Dataset entries
_ _ _

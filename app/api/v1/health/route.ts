import { health } from "@/api-core/http/health";
import { withProblems } from "@/api-core/http/guard";

export const dynamic = "force-dynamic";

export const GET = withProblems(async () => {
  const report = await health();
  return Response.json(report, { status: report.status === "ok" ? 200 : 503 });
});
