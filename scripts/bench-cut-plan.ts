// Benchmark of the cut planner against two general-purpose packers,
// maxrects-packer and potpack, on the same instances in the same run.
//
//   npm run bench:cut-plan            (tsx scripts/bench-cut-plan.ts)
//
// Instances: a fixed, seeded set of memory quilts (10 to 60 garments with 2
// to 5 panels each, 50 to 1,000 pieces of the sizes such quilts use) and
// perfect-packing sheets cut by random guillotine cuts (100% fill possible).
// Yield = area of the pieces placed / area of the fabric offered.
// The peers do NOT keep the guillotine (edge-to-edge cut) rule, so they are
// peers for yield and speed, not for feasibility. Both are given the same
// source, turning and grain rules through the harness below.

import { MaxRectsBin, Rectangle } from 'maxrects-packer/dist/maxrects-packer.mjs';
import os from 'node:os';
import v8 from 'node:v8';
import { runInNewContext } from 'node:vm';
import { performance } from 'node:perf_hooks';
import potpack from 'potpack';
import { planCuts, type CutPlanInput, type GarmentPanelInput, type PieceInput } from '../shared/src/cut-plan/index';
import { perfectInstance, seededRandom } from '../shared/src/cut-plan/perfect-instance';
import { checkPlan } from '../shared/src/cut-plan/plan-checker';

// ---------------------------------------------------------------- instances

interface Instance {
  name: string;
  realistic: boolean;
  input: CutPlanInput;
}

/** Garment kinds: panel name, width range, height range (inches, as measured flat). */
const GARMENT_KINDS: { kind: string; panels: [string, number, number, number, number][] }[] = [
  {
    kind: 'shirt',
    panels: [
      ['back', 21, 25, 26, 30],
      ['left front', 10, 12.5, 24, 28],
      ['right front', 10, 12.5, 24, 28],
      ['left sleeve', 8, 10.5, 18, 23],
      ['right sleeve', 8, 10.5, 18, 23],
    ],
  },
  {
    kind: 't-shirt',
    panels: [
      ['front', 17, 21, 20, 25],
      ['back', 17, 21, 21, 26],
      ['left sleeve', 7, 9, 5, 7.5],
      ['right sleeve', 7, 9, 5, 7.5],
    ],
  },
  {
    kind: 'jeans',
    panels: [
      ['left front leg', 9, 12, 30, 36],
      ['right front leg', 9, 12, 30, 36],
      ['left back leg', 10, 13, 30, 36],
      ['right back leg', 10, 13, 30, 36],
      ['seat', 14, 17, 8, 11],
    ],
  },
  {
    kind: 'dress',
    panels: [
      ['skirt front', 22, 30, 20, 28],
      ['skirt back', 22, 30, 20, 28],
      ['bodice front', 12, 16, 10, 14],
      ['bodice back', 12, 16, 10, 14],
    ],
  },
  {
    kind: 'pyjama top',
    panels: [
      ['back', 19, 23, 24, 27],
      ['front', 9, 11.5, 22, 26],
      ['sleeve', 8, 10, 17, 21],
    ],
  },
  {
    kind: 'baby grow',
    panels: [
      ['front', 9, 12, 14, 18],
      ['back', 9, 12, 14, 18],
    ],
  },
  {
    kind: 'wool jumper',
    panels: [
      ['front', 18, 22, 22, 26],
      ['back', 18, 22, 22, 26],
      ['left sleeve', 7, 9, 18, 22],
      ['right sleeve', 7, 9, 18, 22],
    ],
  },
];
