/** The JSON summary from the sections' results (targets and bench_s are filled by main). */
function summarise(r: SectionResults): BenchSummary {
  const { typical, contact, accuracy, scaling, breakdown, breakdownHemisphere, screen, startup, jobs, explorer, study, loadavgStart } = r;
  const relErrors = accuracy.map((c) => c.relError);
  const worst = accuracy.reduce((a, b) => (b.relError > a.relError ? b : a));
  const scalingExponent = logLogSlope(
    scaling.map((s) => s.meshPoints),
    scaling.map((s) => s.solve_us),
  );
  return {
    planarSolve_us_median: round(typical.get('planar FD')!.median),
    nonlinearPlanarSolve_us_median: round(typical.get(NONLINEAR_LABELS.nonlinear)!.median),
    nonlinearPlanarSolve_linear_us_median: round(typical.get(NONLINEAR_LABELS.linear)!.median),
    nonlinearPlanarSolve_ratio: round(typical.get(NONLINEAR_LABELS.nonlinear)!.median / typical.get(NONLINEAR_LABELS.linear)!.median),
    hemisphereSolve_us_median: round(typical.get('hemisphere r=1nm FD')!.median),
    planarSolve_us_median_boltzmann: round(typical.get('planar Boltzmann')!.median),
    hemisphereSolve_us_median_boltzmann: round(typical.get('hemisphere r=1nm Boltzmann')!.median),
    planarSolve_us_median_reference: round(typical.get('planar FD [reference]')!.median),
    hemisphereSolve_us_median_reference: round(typical.get('hemisphere r=1nm FD [reference]')!.median),
    planarSolve_us_median_boltzmann_reference: round(typical.get('planar Boltzmann [reference]')!.median),
    hemisphereSolve_us_median_boltzmann_reference: round(typical.get('hemisphere r=1nm Boltzmann [reference]')!.median),
    planarSolve_speedup: round(typical.get('planar FD [reference]')!.median / typical.get('planar FD')!.median, 3),
    hemisphereSolve_speedup: round(typical.get('hemisphere r=1nm FD [reference]')!.median / typical.get('hemisphere r=1nm FD')!.median, 3),
    planarSolve_speedup_boltzmann: round(typical.get('planar Boltzmann [reference]')!.median / typical.get('planar Boltzmann')!.median, 3),
    hemisphereSolve_speedup_boltzmann: round(typical.get('hemisphere r=1nm Boltzmann [reference]')!.median / typical.get('hemisphere r=1nm Boltzmann')!.median, 3),
    planarRelError_max_reference: round(Math.max(...accuracy.map((c) => c.referenceError)), 3),
    contactSolve_us_median: round(contact.get('contact hemisphere d=2nm')!.median),
    contactSolvePlanar_us_median: round(contact.get('contact planar')!.median),
    planarRelError_max: round(Math.max(...relErrors), 3),
    planarRelError_median: round(median(relErrors), 3),
    planarRelError_worstCase: worst.label,
    newtonIterations_median: median(accuracy.map((c) => c.iterations)),
    meshPoints_median: median(accuracy.map((c) => c.meshPoints)),
    screen400_s: round(screen.stats.median),
    study10k_s_jobs1: round(median(study.jobs1.map((r) => r.wall_s))),
    study10k_s_jobs2: round(median(study.jobs2.map((r) => r.wall_s))),
    study10k_runs_jobs1: study.jobs1.map((r) => round(r.wall_s)),
    study10k_runs_jobs2: study.jobs2.map((r) => round(r.wall_s)),
    study10k_cpuPerWall_jobs1: round(median(study.jobs1.map((r) => r.cpuPerWall)), 3),
    study10k_cpuPerWall_jobs2: round(median(study.jobs2.map((r) => r.cpuPerWall)), 3),
    studyStartup_s_jobs2: round(study.startup2),
    startup_cli_ms_median: round(median(startup.cli_ms)),
    startup_node_ms_median: round(median(startup.node_ms)),
    startup_ratio: round(startup.ratio, 3),
    startup_runs: startup.cli_ms.length,
    studyJobs_points: jobs.points,
    studyJobs_s_jobs1: round(jobs.jobs1_s),
    studyJobs_s_jobs2: round(jobs.jobs2_s),
    studyJobs_speedup: round(jobs.speedup, 3),
    studyJobs_cpuPerWall_jobs2: round(jobs.cpuPerWall_jobs2, 3),
    scaling,
    scalingExponent: round(scalingExponent, 3),
    breakdown_us: breakdown,
    breakdownHemisphere_us: breakdownHemisphere,
    explorer,
    targets: {},
    node: process.version,
    cpus: cpus().length,
    loadavgStart,
    loadavg: loadavg().map((l) => round(l, 3)),
    date: new Date().toISOString(),
    bench_s: 0,
  };
}
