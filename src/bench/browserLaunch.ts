// Headless Chromium for the browser tests and the explorer bench, from the npm registry only.
//
// The browser is the headless-shell build of Chromium that ships brotli-compressed inside the devDependency
// `@sparticuz/chromium` (Linux x64). It is inflated once into a private cache folder under the system temp
// folder (one folder per package version, guarded by a lock so that parallel test files do not race) and driven
// through playwright-core. Nothing is downloaded at install or run time: no system browser is used and none is
// fetched. When the browser cannot be had the launch FAILS with a message saying why: tests are never skipped.
import { createRequire } from 'node:module';
import { existsSync, mkdirSync, readFileSync, rmSync, statSync, writeFileSync } from 'node:fs';
import { tmpdir } from 'node:os';
import { dirname, join } from 'node:path';
import type { Browser } from 'playwright-core';

/** Flags for a sandbox-less headless run on a CI machine (root, no GPU, no network). */
export const BROWSER_ARGS: readonly string[] = [
  '--no-sandbox',
  '--no-zygote',
  '--disable-gpu',
  '--no-first-run',
  '--disable-background-networking',
  '--disable-component-update',
  '--disable-sync',
  '--disable-dev-shm-usage',
];

const PACKAGE = '@sparticuz/chromium';
const LOCK_WAIT_MS = 180_000;
const STALE_LOCK_MS = 600_000;

function packageVersion(): string {
  const require = createRequire(import.meta.url);
  try {
    // the package's exports do not include package.json: walk up from the resolved entry point
    let dir = dirname(require.resolve(PACKAGE));
    for (;;) {
      const manifest = join(dir, 'package.json');
      if (existsSync(manifest)) {
        const parsed = JSON.parse(readFileSync(manifest, 'utf8')) as { name?: string; version?: string };
        if (parsed.name === PACKAGE && typeof parsed.version === 'string') return parsed.version;
      }
      const parent = dirname(dir);
      if (parent === dir) throw new Error('its package.json was not found');
      dir = parent;
    }
  } catch (err) {
    throw new Error(
      `${PACKAGE} is not installed (${(err as Error).message}): the browser tests need it; run \`npm install\` ` +
        '(it is a devDependency that ships Chromium inside the package). The tests are not skipped.',
    );
  }
}

function sleep(ms: number): Promise<void> {
  return new Promise((resolve) => setTimeout(resolve, ms));
}

/** Take the folder lock (mkdir is atomic); a lock older than STALE_LOCK_MS is taken over. */
async function withLock<T>(lock: string, body: () => Promise<T>): Promise<T> {
  const start = Date.now();
  for (;;) {
    try {
      mkdirSync(lock);
      break;
    } catch (err) {
      if ((err as NodeJS.ErrnoException).code !== 'EEXIST') throw err;
      let age = 0;
      try {
        age = Date.now() - statSync(lock).mtimeMs;
      } catch {
        continue; // released meanwhile
      }
      if (age > STALE_LOCK_MS) {
        rmSync(lock, { recursive: true, force: true });
        continue;
      }
      if (Date.now() - start > LOCK_WAIT_MS) throw new Error(`timed out waiting for ${lock} (another test is inflating the browser)`);
      await sleep(200);
    }
  }
  try {
    return await body();
  } finally {
    rmSync(lock, { recursive: true, force: true });
  }
}

export interface BundledBrowser {
  /** path of the inflated headless-shell binary */
  executablePath: string;
  /** fontconfig file listing the fonts shipped with the package and the system's, for the browser's environment */
  fontconfigFile: string;
}

/** Inflate (once per package version) the Chromium shipped in @sparticuz/chromium and return where it is. */
export async function bundledBrowser(): Promise<BundledBrowser> {
  if (process.platform !== 'linux' || process.arch !== 'x64') {
    throw new Error(`${PACKAGE} ships Chromium for Linux x64 only; this is ${process.platform} ${process.arch}. The browser tests are not skipped.`);
  }
  const version = packageVersion();
  const dir = join(tmpdir(), `bandbend-chromium-${version}`);
  const ready = join(dir, 'READY');
  const fontconfigFile = join(dir, 'bandbend-fonts.conf');
  const executablePath = join(dir, 'chromium');
  if (!existsSync(ready)) {
    await withLock(`${dir}.lock`, async () => {
      if (existsSync(ready)) return;
      rmSync(dir, { recursive: true, force: true });
      mkdirSync(dir, { recursive: true });
      // @sparticuz/chromium inflates into os.tmpdir(), read at call time: point it at the private folder
      const saved = process.env['TMPDIR'];
      process.env['TMPDIR'] = dir;
      try {
        const { default: Chromium } = (await import(PACKAGE)) as typeof import('@sparticuz/chromium');
        const path = await Chromium.executablePath();
        if (path !== executablePath) throw new Error(`${PACKAGE} inflated the browser to ${path}, expected ${executablePath}`);
      } finally {
        if (saved === undefined) delete process.env['TMPDIR'];
        else process.env['TMPDIR'] = saved;
      }
      writeFileSync(
        fontconfigFile,
        [
          '<?xml version="1.0"?>',
          '<!DOCTYPE fontconfig SYSTEM "fonts.dtd">',
          '<fontconfig>',
          `  <dir>${join(dir, 'fonts')}</dir>`,
          '  <dir>/usr/share/fonts</dir>',
          `  <cachedir>${join(dir, 'fonts-cache')}</cachedir>`,
          '</fontconfig>',
          '',
        ].join('\n'),
      );
      writeFileSync(ready, `${version}\n`);
    });
  }
  if (!existsSync(executablePath)) throw new Error(`${executablePath} is missing after inflating ${PACKAGE}; delete ${dir} and retry`);
  return { executablePath, fontconfigFile };
}

/** Launch the bundled headless Chromium. Fails loudly (never skips) when it cannot. */
export async function launchBrowser(): Promise<Browser> {
  const { executablePath, fontconfigFile } = await bundledBrowser();
  // a devDependency: loaded on use, so that nothing in the published package needs it
  const { chromium } = await import('playwright-core');
  try {
    return await chromium.launch({
      executablePath,
      args: [...BROWSER_ARGS],
      headless: true,
      env: { ...process.env, FONTCONFIG_FILE: fontconfigFile },
    });
  } catch (err) {
    throw new Error(`could not start the Chromium shipped in ${PACKAGE} (${executablePath}): ${(err as Error).message}`);
  }
}
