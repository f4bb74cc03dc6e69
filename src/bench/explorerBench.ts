// Bench of the explorer page (issue 15): the time from an input to the updated band diagram, in Chromium.
//
// The built page (dist/explorer/) is served by the `explore` command's server on a free port of 127.0.0.1 and
// opened in the headless Chromium shipped inside the devDependency @sparticuz/chromium (browserLaunch.ts). The
// temperature slider is moved programmatically (value set, `input` event dispatched, as a drag does) to
// alternating positions; the page itself records, with performance.now(), the time from the input event to the
// moment the new band diagram is in the DOM (window.bandbendExplorer.latencies_ms; it includes the wait for the
// next animation frame, the message to the worker, the solve and the drawing). Each move waits for its diagram
// before the next, so every sample is one full round. 5 warm-up moves, then MOVES timed ones; median and p90.
// The worker's own solve time for each move is reported beside it. Target (issue 15): median under 50 ms.
import { performance } from 'node:perf_hooks';
import type { Page } from 'playwright-core';
import { launchBrowser } from './browserLaunch.js';
import { serveExplorer } from '../cli/exploreServer.js';

const WARMUP = 5;
const MOVES = 40;

export interface ExplorerBench {
  /** median / p90 time from the slider's input event to the new band diagram in the DOM, ms */
  inputToDiagram_ms_median: number;
  inputToDiagram_ms_p90: number;
  /** median solve time inside the worker for the same moves, ms */
  workerSolve_ms_median: number;
  moves: number;
  /** the target of issue 15 */
  target_lt_50ms: boolean;
  /** set (and the numbers 0) when the browser could not be started */
  error?: string;
}

function quantile(values: readonly number[], q: number): number {
  const s = [...values].sort((a, b) => a - b);
  const i = (s.length - 1) * q;
  const lo = Math.floor(i);
  return s[lo]! + (s[Math.ceil(i)]! - s[lo]!) * (i - lo);
}

// page code as strings: src is compiled without the DOM types
const RENDERED = 'Number(document.body.dataset.rendered ?? 0)';
const MOVE = (position: number) =>
  `(() => { const s = document.querySelector('[data-option=temperature] input[type=range]'); s.value = '${position}'; s.dispatchEvent(new Event('input', { bubbles: true })); })()`;
const LAST = '(() => { const p = window.bandbendExplorer; return [p.latencies_ms[p.latencies_ms.length - 1], p.lastSolve_ms]; })()';

/** Move the temperature slider to `position` and wait for the diagram; returns [latency, worker solve] in ms. */
async function move(page: Page, position: number): Promise<[number, number]> {
  const before = (await page.evaluate(RENDERED)) as number;
  await page.evaluate(MOVE(position));
  await page.waitForFunction(`${RENDERED} > ${before}`, undefined, { timeout: 30_000 });
  return (await page.evaluate(LAST)) as [number, number];
}

export async function benchExplorer(): Promise<ExplorerBench> {
  const started = performance.now();
  let server: Awaited<ReturnType<typeof serveExplorer>> | undefined;
  let browser: Awaited<ReturnType<typeof launchBrowser>> | undefined;
  try {
    server = await serveExplorer({ port: 0, signals: false });
    browser = await launchBrowser();
    // bypassCSP: the page's CSP forbids string evaluation, which the page code strings above need
    const page = await browser.newPage({ viewport: { width: 1360, height: 1000 }, bypassCSP: true });
    await page.goto(server.url, { waitUntil: 'load' });
    await page.waitForFunction(`${RENDERED} > 0`, undefined, { timeout: 60_000 });
    const latencies: number[] = [];
    const solves: number[] = [];
    for (let i = 0; i < WARMUP + MOVES; i++) {
      const [latency, solve] = await move(page, i % 2 === 0 ? 400 : 450); // about 630 K and 700 K
      if (i >= WARMUP) {
        latencies.push(latency);
        solves.push(solve);
      }
    }
    const median = quantile(latencies, 0.5);
    const result: ExplorerBench = {
      inputToDiagram_ms_median: Number(median.toFixed(2)),
      inputToDiagram_ms_p90: Number(quantile(latencies, 0.9).toFixed(2)),
      workerSolve_ms_median: Number(quantile(solves, 0.5).toFixed(3)),
      moves: MOVES,
      target_lt_50ms: median < 50,
    };
    console.log(
      `\n## explorer page (Chromium): input -> band diagram median ${result.inputToDiagram_ms_median} ms, p90 ${result.inputToDiagram_ms_p90} ms ` +
        `(worker solve median ${result.workerSolve_ms_median} ms, ${MOVES} moves, ${((performance.now() - started) / 1000).toFixed(1)} s)`,
    );
    return result;
  } catch (error) {
    const message = error instanceof Error ? error.message : String(error);
    console.log(`\n## explorer page: not measured (${message})`);
    return { inputToDiagram_ms_median: 0, inputToDiagram_ms_p90: 0, workerSolve_ms_median: 0, moves: 0, target_lt_50ms: false, error: message };
  } finally {
    await browser?.close();
    await server?.close();
  }
}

_ _ _

▸ **Work task**
Tally the lines in the records above that contain the string "same" and report only the tally.

▸ **Solution to this problem**
3